Il caso dello svedese condannato, confermato anche dalla diplomazia svedese, ha riacceso il dibattito sulla depenalizzazione in Tunisia della norma soprarichiamata e sulla lotta "discreta" che gli attivisti delle associazioni Lgbt (lesbiche, omosessuali e transessuali), compiono dal 2011 in poi soprattutto sul web. Infatti se e' vero che la comunità Lgbt a Tunisi è sempre esistita, e' solo dopo la rivolta del 2011 che ha cominciato a far sentire apertamente la sua voce, grazie anche alla acquisita maggiore libertà di espressione.

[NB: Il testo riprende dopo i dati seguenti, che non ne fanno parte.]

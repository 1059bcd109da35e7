import { Problem } from '@/lib/server/errors';
import { serve } from '@/lib/server/guard';
import { why } from '@/lib/server/operations/running';
import { whyNow, whyThen } from '@/lib/server/why';

/** A program's clock may run a little before ours. */
const AHEAD_MS = 120_000;

export const GET = serve(why, async ({ holding, things, query, now }) => {
  const { house, channel } = things;
  if (query.at !== undefined && Date.parse(query.at) > now.getTime() + AHEAD_MS) {
    throw new Problem('not-valid', { errors: [{ path: 'at', message: 'That is yet to come.' }] });
  }
  const answer =
    query.at === undefined
      ? await whyNow(holding, house, channel, now.getTime())
      : await whyThen(holding, house, channel, Date.parse(query.at));
  if (answer === null) {
    throw new Problem('not-found', { detail: 'Nothing was decided for this channel at that time.' });
  }
  return { body: answer };
});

Ma se paradossalmente all'estero la Tunisia vince premi per film a tema omosessualità, come 'La vita di Adele' dell'attore e regista franco-tunisino Abdellatif Kechiche, in Tunisia essere omosessuali rimane ancora un forte tabù e fare coming out in famiglia è molto difficile, se non impossibile. Allora ci si muove soprattutto sul web, sfruttando l'anonimato della rete, ci spiega la giornalista Giada Frana, segnalandoci il caso di www.gaydaymagazine.com, e-magazine lanciato dalla Tunisia nel marzo del 2011 e dedicato alla comunità Lgbt del Maghreb e della regione del Mena e di www.gaytunisie.net, più specificatamente dedicato alla comunità Lgbt in Tunisia. Su Facebook la pagina "Shams - Pour la dépénalisation de l'homosexualité en Tunisie" (Sole - Per la depenalizzazione dell'omosessualità in Tunisia) conta addirittura oltre 25 mila 'mi piace'. Recentemente un appello di numerose organizzazioni della società civile, tra cui l'Atsm (Associazione tunisina di sostegno alle minoranze) rivolto a chiedere l'annullamento dell'articolo 230 del codice penale nel quadro della riforma della normativa penale e' stato categoricamente rifiutato dal ministero della Giustizia. La strada verso la parità di genere, di tutti i generi, e' dunque ancora lunga da queste parti considerato che le norme esistenti sollevano notevoli incertezze interpretative e applicative, proprio perché introducono nella fattispecie elementi, come il sentimento del pudore, che per quanto ci si sforzi di oggettivizzare finiscono comunque per presentare una forte componente soggettiva. Si resta in attesa dunque di una "vera" primavera araba anche sul tema, augurandosi che le ipocrisie quotidiane sugli orientamenti sessuali nell'Islam possano anch'esse essere presto oggetto di riforma.(ANSAmed).